Personne consultant un fil de réseau social professionnel sur un ordinateur portable dans un bureau

Un post long sur quatre serait généré par IA, LinkedIn en tête

Près d’un post de plus de 250 mots sur quatre publié sur les grands réseaux sociaux serait entièrement rédigé par une intelligence artificielle, selon une étude de la société de détection Pangram diffusée le 9 juillet 2026. LinkedIn arrive nettement en tête.

Le constat relance le débat sur l’envahissement des fils d’actualité par le « slop », ce contenu synthétique produit en masse. Pangram, spécialisée dans la détection de textes générés par IA, affirme avoir analysé plus d’un million de publications collectées entre avril et juin 2026 sur cinq plateformes : LinkedIn, X, Reddit, Medium et Substack.
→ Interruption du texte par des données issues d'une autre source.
//! The blend of two driver gases that tailors a wanted shock.

use super::driver::check;
use super::driver_error::{DriverError, DriverInput, Unproven};
use super::proven_root::{keeps_slope, newton, search};
use super::test_gas::BehindShock;
use crate::gas::{Gas, molar_gas_constant};
use crate::number::{Ball, Dual, Enclosure, Known, Semifield, Signed};

/// The condition in one kind of number. With s = 1/(γ − 1) and W linear in the mole fraction x of the first gas,
///
/// > F = u2 √(γ[(γ + 1)P + γ − 1]) − √2 (P − 1) a3, a3 = a4 − u2/(2s), γ = (1 + s)/s:
///
/// zero where tailored, positive where a shock comes back, also where the driver gas is too slow for the shock (a3 < 0).
#[derive(Clone, Copy)]
struct Condition<S> {
    /// 1/(γ − 1) of both gases.
    capacities: [S; 2],
    molar_masses: [S; 2],
    /// R T4.
    scale: S,
    gas_speed: S,
    /// P − 1.
    reflected_excess: S,
}

impl<S: Semifield> Condition<S> {
    fn map<T: Semifield>(&self, convert: impl Fn(S) -> T + Copy) -> Condition<T> {
        Condition {
            capacities: self.capacities.map(convert),
            molar_masses: self.molar_masses.map(convert),
            scale: convert(self.scale),
            gas_speed: convert(self.gas_speed),
            reflected_excess: convert(self.reflected_excess),
        }
    }
}

impl<S: Signed> Condition<S> {
    fn evaluate(&self, fraction: S) -> S {
        let one = S::whole(1);
        let between = |[first, second]: [S; 2]| second + fraction * (first - second);
        let (s, molar_mass) = (between(self.capacities), between(self.molar_masses));
        let gamma = one + one / s;
        let sound_speed_3 = (gamma * self.scale / molar_mass).sqrt() - self.gas_speed / s.doubled();
        // (γ + 1)P + γ − 1 = 2γ + (γ + 1)(P − 1).
        let factor = gamma.doubled() + (gamma + one) * self.reflected_excess;
        self.gas_speed * (gamma * factor).sqrt() - S::whole(2).sqrt() * self.reflected_excess * sound_speed_3
    }
}

/// The mole fraction of the first of two driver gases at T4 (K) with which their blend is tailored for this shock, equal areas: see
/// [`Contact`](super::Contact).
///
/// At most 2 ulp for exact inputs. That no other blend is tailored is proven for each call by bounds on the slope over all fractions.
/// Molar heat capacities add by mole fraction, as in [`mixture`](crate::gas::mixture), which makes the gas of the driver.
///
/// # Errors
/// [`DriverError::NoTailoredBlend`] where both gases alone return the same kind of wave; [`DriverError::NotProven`] where the slope changes its sign,
/// or the two gases hardly differ.
///
/// ```
/// use endwall::gas::{Fill, Gas, HeatCapacityRatio};
/// use endwall::shock::{Entry, Incident};
/// use endwall::tube::{BehindShock, tailored_blend};
/// let monatomic = HeatCapacityRatio::ratio(5, 3)?;
/// let (helium, argon) = (Gas::new(monatomic, 0.004002602)?, Gas::new(monatomic, 0.039948)?);
/// let fill = Fill::new(argon, 10e3, 295.0)?;
/// let shock = Incident::new(&fill, Entry::Mach, 3.0)?;
/// let fraction = tailored_blend(&BehindShock::from(&shock), [helium, argon], 295.0)?;
/// assert!(fraction.low() > 0.9 && fraction.high() < 1.0);
/// assert!(fraction.width_in_ulp() <= 2);
/// # Ok::<(), Box<dyn std::error::Error>>(())
/// ```
pub fn tailored_blend(behind: &BehindShock, gases: [Gas; 2], temperature: impl Into<Known>) -> Result<Enclosure, DriverError> {
    let temperature = temperature.into();
    check(DriverInput::Temperature, temperature)?;
    let condition = Condition {
        capacities: gases.map(|gas| Ball::whole(1) / gas.heat_capacity_ratio().excess().ball()),
        molar_masses: gases.map(|gas| gas.molar_mass().ball()),
        scale: molar_gas_constant::<Ball>() * temperature.ball(),
        gas_speed: behind.gas_speed,
        reflected_excess: behind.reflected_excess,
    };
    let [of_second, of_first] = [0, 1].map(|fraction| condition.evaluate(Ball::whole(fraction)));
    let rises = of_first.is_certainly_positive() && of_second.is_certainly_negative();
    let falls = of_first.is_certainly_negative() && of_second.is_certainly_positive();
    if !(rises || falls) {
        return Err(DriverError::NoTailoredBlend { first: of_first.nearest(), second: of_second.nearest() });
    }
    let enclosed = condition.map(|ball| Dual::constant(ball.enclosure()));
    if !keeps_slope(|fraction| enclosed.evaluate(fraction), 0.0, 1.0) {
        return Err(Unproven::OnlyTailoredBlend.into());
    }
    let plain = condition.map(Ball::nearest);
    let sign = if rises { 1.0 } else { -1.0 };
    let near = search(|fraction| sign * plain.evaluate(fraction), 0.0, 1.0);
    let constant = condition.map(Dual::constant);
    let fraction = newton(|fraction| constant.evaluate(fraction), near).ok_or(Unproven::OnlyTailoredBlend)?;
    Ok(fraction.enclosure())
}

#[cfg(test)]
mod tests {
    use super::*;
    use crate::gas::{Component, Fill, HeatCapacityRatio, mixture};
    use crate::number::Rational;
    use crate::shock::{Entry, Incident};
    use crate::tube::{Contact, Driver};

    fn gas(n: u32, d: u32, molar_mass: f64) -> Gas {
        Gas::new(HeatCapacityRatio::ratio(n, d).unwrap(), molar_mass).unwrap()
    }

    #[test]
    fn the_blend_is_tailored() {
        let (helium, nitrogen, argon) = (gas(5, 3, 0.004_002_602), gas(7, 5, 0.028_013_4), gas(5, 3, 0.039_948));
        for (test_gas, mach, gases) in [
            (nitrogen, 2.5, [helium, nitrogen]),
            (nitrogen, 2.5, [nitrogen, helium]),
            (argon, 3.0, [helium, argon]),
            (nitrogen, 3.2, [helium, argon]),
        ] {
            let fill = Fill::new(test_gas, 10e3, 295.0).unwrap();
            let shock = Incident::new(&fill, Entry::Mach, mach).unwrap();
            let behind = BehindShock::from(&shock);
            let fraction = tailored_blend(&behind, gases, 295.0).unwrap();
            assert!(fraction.width_in_ulp() <= 2, "{fraction:?}");
            // The blend as a gas of its own, on both sides of the answer.
            let mismatch = |fraction: f64| {
                let first = Rational::from(fraction);
                let second = Rational::ONE.checked_sub(first).unwrap();
                let parts = [(gases[0], first), (gases[1], second)].map(|(gas, x)| Component { gas, fraction: x.into() });
                let driver = Driver::new(mixture(&parts).unwrap(), 295.0).unwrap();
                Contact::new(&behind, &driver.for_shock(&behind).unwrap()).mismatch().nearest()
            };
            // Doubles with few digits, so that the mixture stays exact.
            let near = libm::floor(fraction.middle() * 1e6) / 1_048_576.0 * 1.048_576;
            let (below, above) = (mismatch(libm::floor(near * 4096.0) / 4096.0), mismatch(libm::ceil(near * 4096.0) / 4096.0));
            assert!(below * above < 0.0, "{below} {above}");
        }
    }

    #[test]
    fn gases_on_one_side_are_refused() {
        let (helium, argon) = (gas(5, 3, 0.004_002_602), gas(5, 3, 0.039_948));
        let fill = Fill::new(argon, 10e3, 295.0).unwrap();
        // Tailored helium into argon is Mach 3.74: above that both return a shock.
        let shock = Incident::new(&fill, Entry::Mach, 4.0).unwrap();
        let error = tailored_blend(&BehindShock::from(&shock), [helium, argon], 295.0).unwrap_err();
        assert!(matches!(error, DriverError::NoTailoredBlend { first, second } if first > 0.0 && second > 0.0));
    }
}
L’entreprise en tire un chiffre marquant, un post long sur quatre relèverait de l’écriture automatisée.

LinkedIn concentre l’essentiel du contenu synthétique

Sur LinkedIn, 41 % des publications longues, soit les textes de plus de 250 mots, seraient entièrement générées par IA, d’après Pangram. Le réseau professionnel se distingue nettement des autres plateformes de l’échantillon. Selon l’étude, LinkedIn ne représente qu’environ un tiers des posts analysés, mais concentre près des deux tiers de l’ensemble du contenu détecté comme artificiel.

Sur les formats courts, entre 50 et 250 mots, la part attribuée à l’IA sur LinkedIn atteindrait 30 %. Le contraste avec les autres réseaux reste net, ce qui tend à conforter l’image d’une plateforme saturée de publications dites « de leadership éclairé », largement produites à l’aide d’assistants conversationnels.
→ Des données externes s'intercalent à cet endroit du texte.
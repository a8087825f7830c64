//! A laboratory's own ratio of measured to ideal Mach number.

use super::driver::Driver;
use super::driver_error::{DriverError, DriverInput};
use super::test_gas::TestGas;
use crate::gas::Rule;
use crate::shock::Entry;

/// The Mach number that a tube reaches over the ideal one for the same pressures, with its standard uncertainty: dimensionless, measured by the
/// laboratory in its own tube. Not proven: it stands for diaphragm opening, boundary layer and mixing.
///
/// 0.85 to 0.95 are common practice (no source).
#[derive(Clone, Copy, Debug, PartialEq)]
#[cfg_attr(feature = "serde", derive(serde::Serialize))]
pub struct Efficiency {
    value: f64,
    standard_uncertainty: f64,
}

/// The driver pressure to set for a wanted Mach number, from a measured efficiency. Plain numbers, not proven.
#[derive(Clone, Copy, Debug, PartialEq)]
#[cfg_attr(feature = "serde", derive(serde::Serialize))]
pub struct DriverPressureBand {
    /// The ideal Mach number for which the driver is filled.
    pub ideal_mach: f64,
    /// p4 at the efficiency plus its standard uncertainty, Pa.
    pub low: f64,
    /// p4 at the efficiency, Pa.
    pub pressure: f64,
    /// p4 at the efficiency less its standard uncertainty, Pa: what ratings are compared with.
    pub high: f64,
}

impl Efficiency {
    /// From the ratio, 0.1 to 2, and its standard uncertainty, below half of it.
    ///
    /// # Errors
    /// [`DriverError::Driver`] for values outside that.
    pub fn new(value: f64, standard_uncertainty: f64) -> Result<Self, DriverError> {
        let check = |input, value: f64, low: f64, high: f64| {
            if value >= low && value <= high { Ok(()) } else { Err(DriverError::Driver { input, value, rule: Rule::Between(low, high) }) }
        };
        check(DriverInput::Efficiency, value, 0.1, 2.0)?;
        check(DriverInput::EfficiencyUncertainty, standard_uncertainty, 0.0, value / 2.0)?;
        Ok(Self { value, standard_uncertainty })
    }

    /// Measured over ideal Mach number.
    pub fn value(self) -> f64 {
        self.value
    }

    /// Its standard uncertainty.
    pub fn standard_uncertainty(self) -> f64 {
        self.standard_uncertainty
    }

    /// The Mach number to be expected for an ideal one, with the standard uncertainty that the efficiency gives it.
    pub fn expected_mach(self, ideal_mach: f64) -> (f64, f64) {
        (self.value * ideal_mach, self.standard_uncertainty * ideal_mach)
    }
}

impl Driver<'_> {
    /// The driver pressure to set so that a tube of this efficiency reaches a Mach number: p4 of the ideal Mach number M/η, with the band that one
    /// standard uncertainty of η leaves.
    ///
    /// # Errors
    /// As for [`Driver::for_shock`], also where only the upper end of the band is out of reach.
    ///
    /// ```
    /// use endwall::gas::{Fill, Gas, HeatCapacityRatio};
    /// use endwall::tube::{Driver, Efficiency, TestGas};
    /// let helium = Gas::new(HeatCapacityRatio::ratio(5, 3)?, 0.004002602)?;
    /// let fill = Fill::new(Gas::new(HeatCapacityRatio::ratio(7, 5)?, 0.0280134)?, 10e3, 295.0)?;
    /// let driver = Driver::new(helium, 295.0)?;
    /// let band = driver.pressure_for_mach(TestGas::from(&fill), 2.0, Efficiency::new(0.9, 0.02)?)?;
    /// assert!((band.ideal_mach - 2.2222).abs() < 1e-4);
    /// assert!(band.low < band.pressure && band.pressure < band.high);
    /// # Ok::<(), Box<dyn std::error::Error>>(())
    /// ```
    pub fn pressure_for_mach(&self, gas: TestGas, mach: f64, efficiency: Efficiency) -> Result<DriverPressureBand, DriverError> {
        let Efficiency { value, standard_uncertainty } = efficiency;
        let at = |efficiency: f64| {
            let ideal = mach / efficiency;
            // The direct relations know no shock that is none.
            let behind = if ideal > 1.0 { gas.behind_mach_excess(ideal - 1.0) } else { gas.behind(Entry::Mach, ideal) };
            Ok::<_, DriverError>(self.for_shock(&behind?)?.pressure.middle())
        };
        let pressure = at(value)?;
        let end = |change: f64| if change == 0.0 { Ok(pressure) } else { at(value + change) };
        Ok(DriverPressureBand { ideal_mach: mach / value, low: end(standard_uncertainty)?, pressure, high: end(-standard_uncertainty)? })
    }
}

#[cfg(test)]
mod tests {
    use super::*;
    use crate::gas::{Fill, Gas, HeatCapacityRatio};

    #[test]
    fn a_lossless_tube_takes_the_ideal_pressure() {
        let helium = Gas::new(HeatCapacityRatio::ratio(5, 3).unwrap(), 0.004_002_602).unwrap();
        let nitrogen = Gas::new(HeatCapacityRatio::ratio(7, 5).unwrap(), 0.028_013_4).unwrap();
        let fill = Fill::new(nitrogen, 10e3, 295.0).unwrap();
        let gas = TestGas::from(&fill);
        let driver = Driver::new(helium, 295.0).unwrap();
        let ideal = |mach: f64| driver.for_shock(&gas.behind(Entry::Mach, mach).unwrap()).unwrap().pressure.middle();
        let band = |efficiency| driver.pressure_for_mach(gas, 2.0, efficiency);
        let lossless = band(Efficiency::new(1.0, 0.0).unwrap()).unwrap();
        assert_eq!([lossless.low, lossless.pressure, lossless.high], [ideal(2.0); 3]);
        let measured = Efficiency::new(0.75, 0.125).unwrap();
        let (low, pressure, high) = (ideal(2.0 / 0.875), ideal(2.0 / 0.75), ideal(2.0 / 0.625));
        let expected = DriverPressureBand { ideal_mach: 2.0 / 0.75, low, pressure, high };
        assert_eq!(band(measured).unwrap(), expected);
        // What the fill is set for is what is to be expected.
        assert_eq!(measured.expected_mach(2.0 / 0.75), (2.0, 1.0 / 3.0));
        // Helium at 295 K reaches Mach 10.5 at most: here only the upper end of the band is beyond.
        assert!(matches!(band(Efficiency::new(0.2, 0.02).unwrap()), Err(DriverError::TooFast { .. })));
        for (value, uncertainty) in [(0.0, 0.0), (2.1, 0.1), (0.9, -0.1), (0.9, 0.5), (f64::NAN, 0.1), (0.9, f64::NAN)] {
            assert!(Efficiency::new(value, uncertainty).is_err());
        }
    }
}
X, Medium, Reddit et Substack à des niveaux variables

Sur X, environ un tiers des posts longs seraient concernés, dont près de 25 % entièrement rédigés par IA et une part supplémentaire estimée écrite avec l’aide d’un outil génératif. Medium afficherait un taux d’environ 31 % sur les contenus longs, selon les données rapportées.

À l’inverse, Reddit et Substack apparaissent comme les espaces les moins touchés, avec des taux de l’ordre de 10 à 13 % sur les formats longs. Sur Reddit, les commentaires resteraient très majoritairement humains, une différence que Pangram attribue à la nature plus conversationnelle et spontanée des échanges sur le forum.
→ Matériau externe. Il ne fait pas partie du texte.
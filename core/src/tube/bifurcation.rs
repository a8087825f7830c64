//! Whether the reflected shock bifurcates in the boundary layer of the side wall, by Mark's criterion.

use super::input::{TubeInput, TubeInputError};
use super::test_gas::BehindShock;
use crate::gas::{Gamma, HeatCapacityRatio, Rule};
use crate::number::{Ball, Elementary, Enclosure, Function, Known, RootError, Semifield, Signed, root};
use crate::shock::Jump;
use core::fmt;

/// The answer of the criterion.
#[derive(Clone, Copy, Debug, PartialEq, Eq, Hash)]
#[cfg_attr(feature = "serde", derive(serde::Serialize))]
pub enum Verdict {
    /// The wall layer is proven to stagnate below p5.
    Bifurcates,
    /// It is proven to reach p5.
    DoesNot,
    /// The inputs do not tell.
    Undecided,
}

/// The criterion at one shock.
#[derive(Clone, Copy, Debug, PartialEq)]
#[cfg_attr(feature = "serde", derive(serde::Serialize))]
pub struct Bifurcation {
    /// Mach number of the wall layer in the frame of the reflected shock, `M_bl` = `U_R`/a(T1).
    pub wall_layer_mach: Enclosure,
    /// Its stagnation pressure over p5.
    pub stagnation_over_reflected: Enclosure,
    /// 1 minus that: positive where the shock bifurcates. Within some hundredths of 0 the criterion, a model of the wall layer, decides nothing.
    pub margin: Enclosure,
    /// Yes or no.
    pub verdict: Verdict,
}

/// The Mach numbers of the incident shock between which the reflected one bifurcates.
#[derive(Clone, Copy, Debug, PartialEq)]
#[cfg_attr(feature = "serde", derive(serde::Serialize))]
pub struct BifurcationBand {
    /// The lower bound.
    pub lower: Enclosure,
    /// The upper bound.
    pub upper: Enclosure,
}

/// Why a band is not proven.
#[derive(Clone, Copy, Debug, PartialEq)]
pub enum BifurcationError {
    /// An input was refused.
    Input(TubeInputError),
    /// The proof of one of the roots failed.
    Root(RootError),
}

impl fmt::Display for BifurcationError {
    fn fmt(&self, f: &mut fmt::Formatter<'_>) -> fmt::Result {
        match self {
            Self::Input(error) => error.fmt(f),
            Self::Root(error) => write!(f, "a bound of the Mach numbers with bifurcation is not proven: {error}"),
        }
    }
}

impl core::error::Error for BifurcationError {}

/// ln(pt/p) = γ/(γ−1)·ln(1 + (γ−1)M²/2), isentropic (NACA Report 1135, equation 44), in a form that holds for γ near 1.
fn isentropic<S: Elementary>(gamma: Gamma<S>, mach_squared: S) -> S {
    let twice = gamma.q.doubled();
    gamma.ratio() / twice * mach_squared * (gamma.d * mach_squared / twice).log1p_ratio()
}

/// ln(pt2/p1) = γ/(γ−1)·ln((γ+1)M²/2) − 1/(γ−1)·ln((2γM² − (γ−1))/(γ+1)), behind a normal shock (Rayleigh's pitot formula, NACA Report 1135,
/// equation 100).
fn pitot<S: Elementary>(gamma: Gamma<S>, mach_squared: S) -> S {
    let stagnation = (gamma.plus_one() * mach_squared / gamma.q.doubled()).ln();
    let jump = (((gamma.ratio() * mach_squared).doubled() - gamma.d) / gamma.plus_one()).ln();
    stagnation + gamma.q / gamma.d * (stagnation - jump)
}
Les chiffres clés de l’étude Pangram

  • Plus d’un million de publications analysées entre avril et juin 2026.
  • Cinq plateformes couvertes : LinkedIn, X, Reddit, Medium et Substack.
  • 41 % des posts longs de LinkedIn jugés entièrement générés par IA.
  • Environ un post long sur quatre concerné, tous réseaux confondus.

Une méthode fondée sur la navigation réelle

Pour constituer son corpus, Pangram indique avoir utilisé une extension de navigateur qui analyse passivement les publications réellement rencontrées par les internautes au fil de leur navigation, plutôt qu’un échantillon aléatoire. Les textes ont été classés en formats courts, de 50 à 250 mots, et longs, au-delà de 250 mots.

L’entreprise assure que son modèle de détection présente un taux de faux positifs très bas. « Environ un sur dix mille », a avancé Max Spero, directeur général de Pangram, cité dans la présentation de l’étude. Le dirigeant estime par ailleurs que les chiffres publiés constitueraient une « borne basse » de la présence réelle de contenu généré par IA, le modèle étant, selon lui, plus fiable pour reconnaître un texte humain qu’un texte artificiel.

Un débat sur la valeur des fils d’actualité

Au-delà des pourcentages, l’étude nourrit une critique de fond sur la qualité des contenus qui circulent. « Le contenu généré par IA est une taxe sur le temps des lecteurs », a résumé Max Spero. Le dirigeant affirme que « le contenu généré par IA est un problème sur toutes les plateformes, et qu’il touche particulièrement les formats longs ».

Ces résultats émanent d’une société qui commercialise des outils de détection d’IA, ce qui invite à considérer les chiffres avec prudence, aucune vérification indépendante n’ayant été publiée à ce stade. Ils s’inscrivent néanmoins dans un contexte où plusieurs réseaux cherchent à encadrer ou signaler les publications automatisées, alors que les outils de rédaction générative se sont largement diffusés auprès des créateurs et des professionnels.